• **DATA EXCERPTS**:
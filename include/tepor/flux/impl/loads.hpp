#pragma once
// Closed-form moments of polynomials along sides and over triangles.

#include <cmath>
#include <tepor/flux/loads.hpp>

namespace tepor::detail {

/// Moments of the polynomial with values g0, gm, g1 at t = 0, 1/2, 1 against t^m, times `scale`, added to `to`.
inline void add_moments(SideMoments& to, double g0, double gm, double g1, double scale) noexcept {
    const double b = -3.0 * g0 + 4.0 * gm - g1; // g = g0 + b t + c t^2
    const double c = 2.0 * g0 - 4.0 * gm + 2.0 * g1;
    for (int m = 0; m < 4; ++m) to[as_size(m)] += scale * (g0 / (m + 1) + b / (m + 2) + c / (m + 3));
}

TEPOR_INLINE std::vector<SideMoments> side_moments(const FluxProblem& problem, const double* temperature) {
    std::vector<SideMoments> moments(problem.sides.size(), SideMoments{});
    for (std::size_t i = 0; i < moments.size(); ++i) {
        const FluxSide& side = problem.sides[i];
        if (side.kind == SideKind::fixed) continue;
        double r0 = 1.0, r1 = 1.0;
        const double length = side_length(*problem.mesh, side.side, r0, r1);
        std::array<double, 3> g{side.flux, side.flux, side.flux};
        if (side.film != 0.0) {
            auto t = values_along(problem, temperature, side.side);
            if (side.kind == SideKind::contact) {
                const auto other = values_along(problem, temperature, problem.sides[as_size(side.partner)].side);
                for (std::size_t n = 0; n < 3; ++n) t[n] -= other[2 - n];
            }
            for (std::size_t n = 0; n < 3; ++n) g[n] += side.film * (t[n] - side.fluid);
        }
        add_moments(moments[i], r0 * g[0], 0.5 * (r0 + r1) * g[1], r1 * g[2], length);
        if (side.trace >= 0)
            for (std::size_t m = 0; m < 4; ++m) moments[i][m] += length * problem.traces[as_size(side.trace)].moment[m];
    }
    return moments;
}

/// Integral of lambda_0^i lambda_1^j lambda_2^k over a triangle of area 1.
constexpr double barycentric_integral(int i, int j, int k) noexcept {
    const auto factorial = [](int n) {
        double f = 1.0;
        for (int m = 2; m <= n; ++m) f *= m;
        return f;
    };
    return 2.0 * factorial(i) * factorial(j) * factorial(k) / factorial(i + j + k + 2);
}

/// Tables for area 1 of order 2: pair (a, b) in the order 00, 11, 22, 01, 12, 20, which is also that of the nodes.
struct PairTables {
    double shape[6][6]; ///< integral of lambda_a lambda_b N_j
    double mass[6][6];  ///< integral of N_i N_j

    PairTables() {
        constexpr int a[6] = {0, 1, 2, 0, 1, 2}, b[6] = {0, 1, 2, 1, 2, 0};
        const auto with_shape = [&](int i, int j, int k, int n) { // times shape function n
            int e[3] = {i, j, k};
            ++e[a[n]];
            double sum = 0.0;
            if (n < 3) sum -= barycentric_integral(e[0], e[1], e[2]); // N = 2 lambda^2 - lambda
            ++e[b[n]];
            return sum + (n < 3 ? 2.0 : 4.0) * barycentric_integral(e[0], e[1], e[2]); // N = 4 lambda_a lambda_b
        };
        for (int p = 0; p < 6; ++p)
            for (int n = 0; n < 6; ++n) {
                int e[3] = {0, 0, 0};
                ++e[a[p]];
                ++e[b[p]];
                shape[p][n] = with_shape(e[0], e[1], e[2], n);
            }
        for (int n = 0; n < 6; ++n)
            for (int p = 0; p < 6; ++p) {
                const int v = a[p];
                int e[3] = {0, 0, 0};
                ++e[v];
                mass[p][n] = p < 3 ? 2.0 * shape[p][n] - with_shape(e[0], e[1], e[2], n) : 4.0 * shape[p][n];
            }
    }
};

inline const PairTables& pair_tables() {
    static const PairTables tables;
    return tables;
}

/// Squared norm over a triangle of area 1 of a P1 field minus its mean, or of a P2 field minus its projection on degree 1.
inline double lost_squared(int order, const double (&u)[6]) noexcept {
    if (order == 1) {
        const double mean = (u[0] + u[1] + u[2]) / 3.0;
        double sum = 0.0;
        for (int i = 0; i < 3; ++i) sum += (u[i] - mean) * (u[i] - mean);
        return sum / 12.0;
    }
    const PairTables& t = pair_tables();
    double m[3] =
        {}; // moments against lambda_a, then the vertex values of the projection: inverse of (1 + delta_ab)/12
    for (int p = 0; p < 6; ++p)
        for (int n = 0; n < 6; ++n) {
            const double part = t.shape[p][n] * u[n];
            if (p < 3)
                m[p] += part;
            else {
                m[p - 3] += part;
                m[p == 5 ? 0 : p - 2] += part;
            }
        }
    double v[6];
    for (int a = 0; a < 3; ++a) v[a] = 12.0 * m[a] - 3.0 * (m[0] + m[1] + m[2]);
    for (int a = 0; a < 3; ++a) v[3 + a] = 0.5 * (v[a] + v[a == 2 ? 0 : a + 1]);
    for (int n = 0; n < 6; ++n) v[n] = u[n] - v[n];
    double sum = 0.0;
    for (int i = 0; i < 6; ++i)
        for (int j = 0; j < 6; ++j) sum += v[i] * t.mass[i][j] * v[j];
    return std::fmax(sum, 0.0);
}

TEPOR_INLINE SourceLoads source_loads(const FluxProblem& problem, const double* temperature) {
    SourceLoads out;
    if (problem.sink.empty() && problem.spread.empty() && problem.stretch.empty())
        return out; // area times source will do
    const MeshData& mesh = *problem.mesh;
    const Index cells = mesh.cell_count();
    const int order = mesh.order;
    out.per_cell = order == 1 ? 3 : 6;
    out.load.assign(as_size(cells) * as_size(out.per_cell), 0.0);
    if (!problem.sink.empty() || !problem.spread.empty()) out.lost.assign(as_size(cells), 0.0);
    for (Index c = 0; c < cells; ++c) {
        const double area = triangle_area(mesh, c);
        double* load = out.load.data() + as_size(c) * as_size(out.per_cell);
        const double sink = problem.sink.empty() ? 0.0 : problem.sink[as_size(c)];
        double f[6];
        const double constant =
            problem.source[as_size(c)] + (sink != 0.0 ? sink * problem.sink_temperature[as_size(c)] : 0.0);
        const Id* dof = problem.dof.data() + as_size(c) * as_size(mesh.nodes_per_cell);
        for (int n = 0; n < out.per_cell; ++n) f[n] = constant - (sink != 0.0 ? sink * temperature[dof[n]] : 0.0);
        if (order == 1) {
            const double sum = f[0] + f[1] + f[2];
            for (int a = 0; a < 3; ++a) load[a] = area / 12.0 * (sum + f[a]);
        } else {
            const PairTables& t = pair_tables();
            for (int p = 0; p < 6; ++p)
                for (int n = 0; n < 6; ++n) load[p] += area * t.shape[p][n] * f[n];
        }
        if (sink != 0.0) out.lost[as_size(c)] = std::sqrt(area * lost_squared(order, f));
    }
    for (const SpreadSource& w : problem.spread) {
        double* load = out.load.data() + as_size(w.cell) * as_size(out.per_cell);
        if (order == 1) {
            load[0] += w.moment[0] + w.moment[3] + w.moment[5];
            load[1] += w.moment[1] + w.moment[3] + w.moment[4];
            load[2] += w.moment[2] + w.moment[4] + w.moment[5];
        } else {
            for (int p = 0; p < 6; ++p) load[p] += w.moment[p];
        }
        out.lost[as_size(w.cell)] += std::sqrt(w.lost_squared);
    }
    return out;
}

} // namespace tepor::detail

...

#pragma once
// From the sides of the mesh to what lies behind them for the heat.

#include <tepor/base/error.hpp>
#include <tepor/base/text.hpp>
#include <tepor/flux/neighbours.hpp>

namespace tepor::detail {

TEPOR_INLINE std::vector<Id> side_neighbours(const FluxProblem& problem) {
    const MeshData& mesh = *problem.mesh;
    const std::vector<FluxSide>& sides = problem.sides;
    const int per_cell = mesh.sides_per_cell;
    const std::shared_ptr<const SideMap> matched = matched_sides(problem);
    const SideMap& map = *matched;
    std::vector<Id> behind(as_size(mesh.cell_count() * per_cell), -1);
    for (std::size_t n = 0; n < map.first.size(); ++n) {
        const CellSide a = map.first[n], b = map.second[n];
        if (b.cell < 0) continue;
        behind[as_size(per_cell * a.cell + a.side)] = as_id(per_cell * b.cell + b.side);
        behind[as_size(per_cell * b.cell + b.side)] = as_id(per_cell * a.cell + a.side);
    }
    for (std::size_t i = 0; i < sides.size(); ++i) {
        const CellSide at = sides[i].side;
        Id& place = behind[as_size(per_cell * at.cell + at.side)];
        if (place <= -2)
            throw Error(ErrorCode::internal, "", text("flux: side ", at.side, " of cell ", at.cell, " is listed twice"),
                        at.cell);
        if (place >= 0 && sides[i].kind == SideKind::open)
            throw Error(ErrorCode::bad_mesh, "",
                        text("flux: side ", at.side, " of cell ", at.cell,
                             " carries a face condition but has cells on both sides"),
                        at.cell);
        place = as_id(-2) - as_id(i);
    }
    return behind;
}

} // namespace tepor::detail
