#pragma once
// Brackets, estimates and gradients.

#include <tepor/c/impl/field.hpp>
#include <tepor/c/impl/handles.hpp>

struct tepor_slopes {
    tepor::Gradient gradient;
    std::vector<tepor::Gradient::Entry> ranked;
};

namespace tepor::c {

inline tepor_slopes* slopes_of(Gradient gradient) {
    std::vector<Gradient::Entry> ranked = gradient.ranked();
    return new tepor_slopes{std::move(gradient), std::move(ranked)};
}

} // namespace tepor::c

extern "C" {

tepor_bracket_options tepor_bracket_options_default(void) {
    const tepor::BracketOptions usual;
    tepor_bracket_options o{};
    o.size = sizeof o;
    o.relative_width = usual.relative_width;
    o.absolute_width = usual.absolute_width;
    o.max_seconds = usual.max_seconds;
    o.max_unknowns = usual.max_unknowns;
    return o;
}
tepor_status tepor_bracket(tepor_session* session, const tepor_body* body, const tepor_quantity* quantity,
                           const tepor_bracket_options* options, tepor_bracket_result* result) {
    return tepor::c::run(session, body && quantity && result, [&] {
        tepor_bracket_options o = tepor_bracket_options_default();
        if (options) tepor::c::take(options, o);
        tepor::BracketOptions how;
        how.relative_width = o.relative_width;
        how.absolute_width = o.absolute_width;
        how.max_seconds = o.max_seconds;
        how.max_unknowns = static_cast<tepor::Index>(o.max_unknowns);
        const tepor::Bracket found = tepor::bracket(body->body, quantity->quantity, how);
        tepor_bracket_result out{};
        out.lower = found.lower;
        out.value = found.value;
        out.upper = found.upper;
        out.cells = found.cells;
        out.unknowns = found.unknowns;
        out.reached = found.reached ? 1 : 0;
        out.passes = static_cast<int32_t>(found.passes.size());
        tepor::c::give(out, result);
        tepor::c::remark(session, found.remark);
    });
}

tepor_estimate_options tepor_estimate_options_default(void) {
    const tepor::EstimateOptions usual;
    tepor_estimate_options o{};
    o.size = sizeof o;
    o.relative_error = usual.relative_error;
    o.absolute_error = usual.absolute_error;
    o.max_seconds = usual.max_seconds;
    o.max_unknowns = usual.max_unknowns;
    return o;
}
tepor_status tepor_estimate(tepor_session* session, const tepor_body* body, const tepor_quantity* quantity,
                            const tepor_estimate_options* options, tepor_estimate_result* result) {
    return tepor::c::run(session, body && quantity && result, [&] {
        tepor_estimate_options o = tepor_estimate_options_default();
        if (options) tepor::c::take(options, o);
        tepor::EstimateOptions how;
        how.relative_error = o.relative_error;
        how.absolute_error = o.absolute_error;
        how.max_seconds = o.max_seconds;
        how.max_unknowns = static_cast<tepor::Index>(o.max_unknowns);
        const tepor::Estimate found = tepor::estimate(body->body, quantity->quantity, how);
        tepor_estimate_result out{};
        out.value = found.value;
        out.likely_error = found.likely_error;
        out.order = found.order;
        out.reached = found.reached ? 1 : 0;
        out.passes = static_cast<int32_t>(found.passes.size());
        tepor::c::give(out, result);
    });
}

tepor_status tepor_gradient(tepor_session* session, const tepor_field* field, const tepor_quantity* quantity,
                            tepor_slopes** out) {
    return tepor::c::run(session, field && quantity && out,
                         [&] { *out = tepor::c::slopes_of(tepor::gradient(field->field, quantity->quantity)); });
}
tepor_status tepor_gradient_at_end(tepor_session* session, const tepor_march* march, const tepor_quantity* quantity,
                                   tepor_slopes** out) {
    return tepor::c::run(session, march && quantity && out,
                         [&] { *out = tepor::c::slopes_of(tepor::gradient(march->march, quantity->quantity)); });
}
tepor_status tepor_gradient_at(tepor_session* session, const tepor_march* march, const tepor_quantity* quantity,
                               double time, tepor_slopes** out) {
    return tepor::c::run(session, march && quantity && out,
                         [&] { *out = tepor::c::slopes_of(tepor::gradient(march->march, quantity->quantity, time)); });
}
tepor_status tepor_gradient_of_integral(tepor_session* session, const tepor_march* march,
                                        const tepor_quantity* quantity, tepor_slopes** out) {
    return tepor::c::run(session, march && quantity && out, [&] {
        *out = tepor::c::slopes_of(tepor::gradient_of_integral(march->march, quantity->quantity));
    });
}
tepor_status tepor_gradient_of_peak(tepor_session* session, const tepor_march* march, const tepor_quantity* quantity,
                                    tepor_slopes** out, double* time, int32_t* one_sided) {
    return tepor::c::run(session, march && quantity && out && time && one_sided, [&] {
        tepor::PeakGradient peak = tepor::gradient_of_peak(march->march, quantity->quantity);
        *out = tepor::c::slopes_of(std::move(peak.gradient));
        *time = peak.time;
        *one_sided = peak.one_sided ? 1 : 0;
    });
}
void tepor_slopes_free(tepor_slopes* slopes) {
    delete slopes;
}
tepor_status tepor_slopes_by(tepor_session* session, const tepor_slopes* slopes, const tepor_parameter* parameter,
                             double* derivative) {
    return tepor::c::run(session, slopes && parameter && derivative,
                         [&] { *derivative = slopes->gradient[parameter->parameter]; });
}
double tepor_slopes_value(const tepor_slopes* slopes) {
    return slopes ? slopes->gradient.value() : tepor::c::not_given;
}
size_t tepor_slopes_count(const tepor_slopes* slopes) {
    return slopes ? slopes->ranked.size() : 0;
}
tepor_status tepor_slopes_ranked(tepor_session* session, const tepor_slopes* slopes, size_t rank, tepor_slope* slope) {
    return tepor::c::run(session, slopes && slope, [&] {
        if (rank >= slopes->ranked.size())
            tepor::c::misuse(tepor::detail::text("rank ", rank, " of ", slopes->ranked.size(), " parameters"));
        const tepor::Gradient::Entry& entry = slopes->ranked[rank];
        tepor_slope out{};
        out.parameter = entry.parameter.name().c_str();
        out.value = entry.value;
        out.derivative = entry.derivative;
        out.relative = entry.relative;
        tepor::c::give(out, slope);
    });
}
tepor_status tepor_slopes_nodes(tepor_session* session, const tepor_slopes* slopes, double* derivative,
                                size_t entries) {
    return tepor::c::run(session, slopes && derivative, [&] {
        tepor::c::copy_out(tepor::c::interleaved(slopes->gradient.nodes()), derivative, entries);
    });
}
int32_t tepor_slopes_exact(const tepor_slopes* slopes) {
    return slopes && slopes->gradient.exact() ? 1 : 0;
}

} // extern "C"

• **TASK ITEM**: Take the records above and return, word for word, only the lines that fall from the line with "filename include/tepor/flux/impl/loads.hpp" to the line with "Moments of the", both of them included.

• **ANSWER AREA**:
filename include/tepor/flux/impl/loads.hpp
#pragma once
// Closed-form moments of polynomials along sides and over triangles.

#include <cmath>
#include <tepor/flux/loads.hpp>

namespace tepor::detail {

/// Moments of the polynomial with values g0, gm, g1 at t = 0, 1/2, 1 against t^m, times `scale`, added to `to`.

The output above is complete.